I noticed that when its doing the autolevelling

it seems to do the middle twice and doesnt do the back right at all.

----------


## adamfilip

tried another print..
hmmmm weird.. not great

.2mm layer
auto width
80% first layer height
110% first layer width

----------


## adamfilip

> I didn't look at the code close enough, the decimal points only needed to be removed from the X and Y offset points, you still need full accuracy on the Z offset, so add the decimal point back to the Z offset.  Also to make adjustments, as a general rule, the more negative you make the number the closer to the bed you are getting, the more positive it is the further away you are.  I have been getting my offset lately and then making it roughly .15 more negative jsut to get it closer to the bed.  That's jsut me though.

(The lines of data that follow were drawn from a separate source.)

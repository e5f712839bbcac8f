/**
 * The command-line interface (picocli commands, option mixins, exit codes). Nothing imports this package.
 */
package org.treeproof.cli;
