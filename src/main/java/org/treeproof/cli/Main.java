package org.treeproof.cli;

import org.treeproof.data.InputException;
import org.treeproof.study.NotEnoughMemoryException;
import picocli.CommandLine;
import picocli.CommandLine.Command;

/** The {@code treeproof} command: a parent for the sub-commands. */
@Command(name = "treeproof", mixinStandardHelpOptions = true, versionProvider = Main.Version.class,
        description = "Hierarchical clustering with resampling evidence for the number of clusters.",
        subcommands = {TreeCommand.class, AssessCommand.class, DemoCommand.class, CommandLine.HelpCommand.class})
public final class Main implements Runnable {

    @CommandLine.Spec
    CommandLine.Model.CommandSpec spec;

    public static void main(String[] args) {
        int code;
        try {
            code = run(args);
        } catch (OutOfMemoryError e) {
            System.err.println("treeproof: ran out of memory; give Java more heap (java -Xmx...), lower --threads, "
                    + "or reduce the input with --top-variable");
            code = ExitCodes.NOT_ENOUGH_MEMORY;
        }
        System.out.flush();
        System.exit(code);
    }

    /** Runs the command line and returns the exit code (see {@link ExitCodes}). */
    public static int run(String... args) {
        return new CommandLine(new Main()).setParameterExceptionHandler(Main::onBadUsage)
                .setExecutionExceptionHandler(Main::onFailure).execute(args);
    }

    /**
     * Turns a failure into one line on stderr and an exit code: the user's problem (bad input, bad option)
     * is 2, not enough memory is 3, anything else is an internal fault (1), reported without a stack trace
     * unless TREEPROOF_DEBUG is set.
     */
    private static int onFailure(Exception e, CommandLine cmd, CommandLine.ParseResult parsed) {
        var err = cmd.getErr();
        if (e instanceof InputException) {
            err.println("treeproof: " + e.getMessage());
            return ExitCodes.BAD_INPUT;
        }
        if (e instanceof NotEnoughMemoryException) {
            err.println("treeproof: " + e.getMessage());
            return ExitCodes.NOT_ENOUGH_MEMORY;
        }
        err.println("treeproof: internal error: " + e + " (please report it; set TREEPROOF_DEBUG=1 for details)");
        if (System.getenv("TREEPROOF_DEBUG") != null) {
            e.printStackTrace(err);
        }
        return ExitCodes.INTERNAL;
    }

    private static int onBadUsage(CommandLine.ParameterException e, String[] args) {
        e.getCommandLine().getErr().println("treeproof: " + e.getMessage()
                + " (see 'treeproof " + e.getCommandLine().getCommandName() + " --help')");
        return ExitCodes.BAD_INPUT;
    }

    @Override
    public void run() {
        spec.commandLine().usage(spec.commandLine().getOut());
    }

    /** The version from the jar's manifest, or "dev" when run from classes. */
    static final class Version implements CommandLine.IVersionProvider {
        @Override
        public String[] getVersion() {
            return new String[] {"treeproof " + toolVersion()};
        }
    }

    /** The tool's version as written in the jar manifest. */
    public static String toolVersion() {
        String v = Main.class.getPackage().getImplementationVersion();
        return v == null ? "dev" : v;
    }
}
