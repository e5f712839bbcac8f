package org.treeproof.study;

import static org.junit.jupiter.api.Assertions.assertEquals;
import static org.junit.jupiter.api.Assertions.assertFalse;
import static org.junit.jupiter.api.Assertions.assertTrue;

import java.util.ArrayList;
import java.util.List;
import org.junit.jupiter.api.Test;
import org.treeproof.tree.Linkage;

/**
 * The decision rule on hand-built facts: each condition at its boundary, and the ordering. The thresholds are
 * written out here as their sources give them (alpha 0.05 by convention; Hennig 2007's bands are the Jaccard
 * statuses, so the facts carry the statuses), not read from the rule's constants.
 */
class DecisionRuleTest {
    private static final DecisionRule RULE = DecisionRule.DEFAULT;

    private static Assessment.Facts calibrated(int k, double excess, double p, boolean allStable, boolean whole) {
        return new Assessment.Facts(Linkage.AVERAGE, k, 0, 0.9, allStable ? 0.9 : whole ? 0.6 : 0.3,
                whole, allStable || !whole ? 0 : 1, 0.1, 0.05, true, excess, p, 0.8, 0.001);
    }

    private static Assessment.Facts uncalibrated(double ari, boolean allStable, double silhouette) {
        return new Assessment.Facts(Linkage.AVERAGE, 2, 0, ari, allStable ? 0.9 : 0.6, true, allStable ? 0 : 1, silhouette,
                silhouette, false, Double.NaN, Double.NaN, 0.8, 0.001);
    }

    @Test
    void beatingTheNullWithEveryClusterStableIsSupported() {
        Assessment a = RULE.assess(calibrated(3, 8.0, 0.05, true, true));
        assertEquals(Verdict.SUPPORTED, a.verdict());
        assertEquals(List.of(Condition.BEATS_NULL, Condition.NO_CLUSTER_DISSOLVES, Condition.EVERY_CLUSTER_COHESIVE,
                Condition.EVERY_CLUSTER_SEPARATED, Condition.AT_MOST_ONE_DOUBTFUL, Condition.EVERY_CLUSTER_STABLE),
                a.met());
        assertTrue(a.failed().isEmpty());
    }

    private static Assessment.Facts withSeparation(boolean calibrated, double separationP) {
        return new Assessment.Facts(Linkage.WARD, 3, 0, 0.95, 0.9, true, 0, 0.6, 0.5, calibrated,
                calibrated ? 12 : Double.NaN, calibrated ? 0.01 : Double.NaN, 0.8, separationP);
    }

    @Test
    void piecesWithoutADipBetweenThemAreNoClustersWhateverTheirStability() {
        // boundary of EVERY_CLUSTER_SEPARATED at alpha = 0.05, inclusive like the null's p-value: a stable solution
        // that beats the null is supported at p = 0.05 and unsupported just above it (a chain cut into pieces)
        assertEquals(Verdict.SUPPORTED, RULE.assess(withSeparation(true, 0.05)).verdict());
        Assessment chain = RULE.assess(withSeparation(true, 0.0501));
        assertEquals(Verdict.UNSUPPORTED, chain.verdict());
        assertEquals(List.of(Condition.EVERY_CLUSTER_SEPARATED), chain.failed());
        // without null data it is needed for tentative too
        assertEquals(Verdict.TENTATIVE, RULE.assess(withSeparation(false, 0.01)).verdict());
        assertEquals(Verdict.UNSUPPORTED, RULE.assess(withSeparation(false, 0.5)).verdict());
        // not assessed (only distances given): neither met nor failed, and it decides nothing
        Assessment unknown = RULE.assess(withSeparation(true, Double.NaN));
        assertEquals(Verdict.SUPPORTED, unknown.verdict());
        assertFalse(unknown.met().contains(Condition.EVERY_CLUSTER_SEPARATED));
        assertTrue(unknown.failed().isEmpty());
    }

    @Test
    void theAdjustedPValueIsComparedInclusivelyWithAlpha() {
        assertEquals(Verdict.SUPPORTED, RULE.assess(calibrated(2, 5, 0.05, true, true)).verdict());
        Assessment above = RULE.assess(calibrated(2, 5, 0.1, true, true));
        assertEquals(Verdict.UNSUPPORTED, above.verdict());
        assertEquals(List.of(Condition.BEATS_NULL), above.failed());
    }

    @Test
    void aDoubtfulClusterMakesItTentativeAndADissolvedOneUnsupported() {
        Assessment doubtful = RULE.assess(calibrated(3, 8, 0.05, false, true));
        assertEquals(Verdict.TENTATIVE, doubtful.verdict());
        assertEquals(List.of(Condition.EVERY_CLUSTER_STABLE), doubtful.failed());
        Assessment dissolved = RULE.assess(calibrated(3, 8, 0.05, false, false));
        assertEquals(Verdict.UNSUPPORTED, dissolved.verdict());
        assertEquals(List.of(Condition.NO_CLUSTER_DISSOLVES, Condition.EVERY_CLUSTER_STABLE), dissolved.failed());
    }

    @Test
    void oneDoubtfulClusterIsTentativeTwoAreUnsupported() {
        // boundary of AT_MOST_ONE_DOUBTFUL: 1 doubtful beside stable ones passes, 2 fail, whatever the excess
        var one = new Assessment.Facts(Linkage.WARD, 5, 0, 0.8, 0.6, true, 1, 0.3, 0.1, true, 9, 0.05, 0.7, 0.001);
        var two = new Assessment.Facts(Linkage.WARD, 5, 0, 0.8, 0.6, true, 2, 0.3, 0.1, true, 9, 0.05, 0.7, 0.001);
        assertEquals(Verdict.TENTATIVE, RULE.assess(one).verdict());
        Assessment a = RULE.assess(two);
        assertEquals(Verdict.UNSUPPORTED, a.verdict());
        assertEquals(List.of(Condition.AT_MOST_ONE_DOUBTFUL, Condition.EVERY_CLUSTER_STABLE), a.failed());
    }

    @Test
    void aClusterWhoseMembersLieCloserToAnotherClusterIsNoCluster() {
        // Rousseeuw (1987): a negative width means closer to a neighbouring cluster; a cluster whose members are so
        // on average (0 included: as close to the neighbour as to each other) fails, whatever its stability
        Assessment scattered = RULE.assess(new Assessment.Facts(Linkage.COMPLETE, 4, 3, 0.9, 0.9, true, 0, 0.35,
                0.0, true, 8, 0.05, 0.8, 0.001));
        assertEquals(Verdict.UNSUPPORTED, scattered.verdict());
        assertEquals(List.of(Condition.EVERY_CLUSTER_COHESIVE), scattered.failed());
        Assessment barely = RULE.assess(new Assessment.Facts(Linkage.COMPLETE, 4, 3, 0.9, 0.9, true, 0, 0.35,
                1e-9, true, 8, 0.05, 0.8, 0.001));
        assertEquals(Verdict.SUPPORTED, barely.verdict());
        Assessment noWidths = RULE.assess(new Assessment.Facts(Linkage.COMPLETE, 2, 0, 0.9, 0.9, true, 0,
                Double.NaN, Double.NaN, true, 8, 0.05, 0.8, 0.001));
        assertEquals(Verdict.SUPPORTED, noWidths.verdict(), "no widths (clusters of one sample) do not fail it");
        Assessment withoutNull = RULE.assess(new Assessment.Facts(Linkage.COMPLETE, 2, 0, 0.9, 0.9, true, 0, 0.6,
                -0.1, false, Double.NaN, Double.NaN, 0.8, 0.001));
        assertEquals(Verdict.UNSUPPORTED, withoutNull.verdict());
    }

    @Test
    void noSilhouetteBandGatesACalibratedVerdict() {
        // a silhouette of 0.02, as in wide data, does not stop a solution that beats the null with stable clusters
        var f = new Assessment.Facts(Linkage.WARD, 3, 0, 1.0, 1.0, true, 0, 0.02, 0.01, true, 30, 0.05, 0.5, 0.001);
        assertEquals(Verdict.SUPPORTED, RULE.assess(f).verdict());
    }

    @Test
    void withoutNullDataTheBestIsTentativeAndNeedsStabilityAndSeparation() {
        assertEquals(Verdict.TENTATIVE, RULE.assess(uncalibrated(0.75, true, 0.51)).verdict());
        assertEquals(Verdict.UNSUPPORTED, RULE.assess(uncalibrated(0.74, true, 0.9)).verdict());
        assertEquals(Verdict.UNSUPPORTED, RULE.assess(uncalibrated(0.9, false, 0.9)).verdict());
        // Kaufman and Rousseeuw: above 0.50 is a reasonable structure; 0.50 itself is not above it
        Assessment at = RULE.assess(uncalibrated(0.9, true, 0.5));
        assertEquals(Verdict.UNSUPPORTED, at.verdict());
        assertEquals(List.of(Condition.SEPARATED_WITHOUT_NULL), at.failed());
    }

    @Test
    void theOrderPrefersTheVerdictThenTheExcessThenTheSmallestJaccard() {
        var list = new ArrayList<Assessment>();
        list.add(RULE.assess(calibrated(2, 20, 0.05, false, true)));   // tentative, large excess
        list.add(RULE.assess(calibrated(3, 9, 0.05, true, true)));     // supported
        list.add(RULE.assess(calibrated(4, 12, 0.05, true, true)));    // supported, larger excess
        list.add(RULE.assess(calibrated(5, 40, 0.5, true, true)));     // unsupported
        list.sort(RULE.order());
        assertEquals(List.of(4, 3, 2, 5), list.stream().map(Assessment::k).toList());
    }

    @Test
    void tiesKeepTheEarlierSolution() {
        var list = new ArrayList<Assessment>();
        list.add(RULE.assess(calibrated(2, 9, 0.05, true, true)));
        list.add(RULE.assess(calibrated(3, 9, 0.05, true, true)));
        list.sort(RULE.order());
        assertEquals(2, list.get(0).k());
    }
}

ok i will try that, thanks

----------


## adamfilip

hmm adding the decimal place seemed to make the hotend closer and it was worse. not sure what i should be adjusting at this point.

----------


## sniffle

> hmm adding the decimal place seemed to make the hotend closer and it was worse. not sure what i should be adjusting at this point.


 -10 to -10.4 is more negative and closer to the bed, try backing it off to -9.5  that's .9 further above the bed than -10.4

----------


## adamfilip

Thats what I ended up doing.. thanks!

----------


## sniffle

no problem, i actually had work to do at work so my reply was slow

----------


## adamfilip

for anyone interested this is my current config.h file for my i3v 12" with RAMBO

Configuration.h

----------


## adamfilip

Thanks again, my success rate for printing, as increased dramatically. I love ABL lol!

----------


## sniffle

i'm the same as you :-)  and no problem.  I see us as a community and communities help each other

----------


## beerdart

Any fix for this? 


> I keep getting a Endstop hits Z, message when im trying to manually control z height, and its not hitting anything

----------


## sniffle

> Any fix for this?


you have to disable software min endstop

----------


## beerdart

Could you please be more specific? 


> you have to disable software min endstop

----------


## sniffle

I cant right now omw home so i cant give you a line number but if memmory serves the actual define is DISABLE_MIN_SOFTWARE_ENDSTOP false and it needs to be true

----------


## shook

> for anyone interested this is my current config.h file for my i3v 12" with RAMBO
> 
> Attachment 4450


I used your config file and it flashed it my printer. the only problem i'm having now is that when i try to command the servo from pronterface to move, it doesn't respond. the servo moves when i plug the printer in, so i know it works. can you post your pins.h file too plz? thanks

----------


## adamfilip

pins.hhere you go.

Use as your own risk  :Smile:

----------


## shook

> pins.hhere you go.
> 
> Use as your own risk


I figured out that i needed to have the power going to usb on the board in order to use the servo, but now my problem is when i hit Y home it just moves a tiny bit instead of homing, and when i keep clicking y home it eventually just crashes into the y endstop

my current probe offsets are: 
X_PROBE_OFFSET_FROM_EXTRUDER 0  #define Y_PROBE_OFFSET_FROM_EXTRUDER 8 
  #define Z_PROBE_OFFSET_FROM_EXTRUDER -9.85

any help?

----------


## sniffle

> I figured out that i needed to have the power going to usb on the board in order to use the servo, but now my problem is when i hit Y home it just moves a tiny bit instead of homing, and when i keep clicking y home it eventually just crashes into the y endstop
> 
> my current probe offsets are: 
> X_PROBE_OFFSET_FROM_EXTRUDER 0  #define Y_PROBE_OFFSET_FROM_EXTRUDER 8 
>   #define Z_PROBE_OFFSET_FROM_EXTRUDER -9.85
> 
> any help?


umm, your servo offsets shouldnt make a difference as to why your y bed is barely moving, if it crashes into the endstop but doesnt actually recognize that it hit the endstop then that means your endstop isnt making a circuit somewhere, wither a wire broke off the servo tab or it has come uplugged from the rambo board.

----------


## shook

> umm, your servo offsets shouldnt make a difference as to why your y bed is barely moving, if it crashes into the endstop but doesnt actually recognize that it hit the endstop then that means your endstop isnt making a circuit somewhere, wither a wire broke off the servo tab or it has come uplugged from the rambo board.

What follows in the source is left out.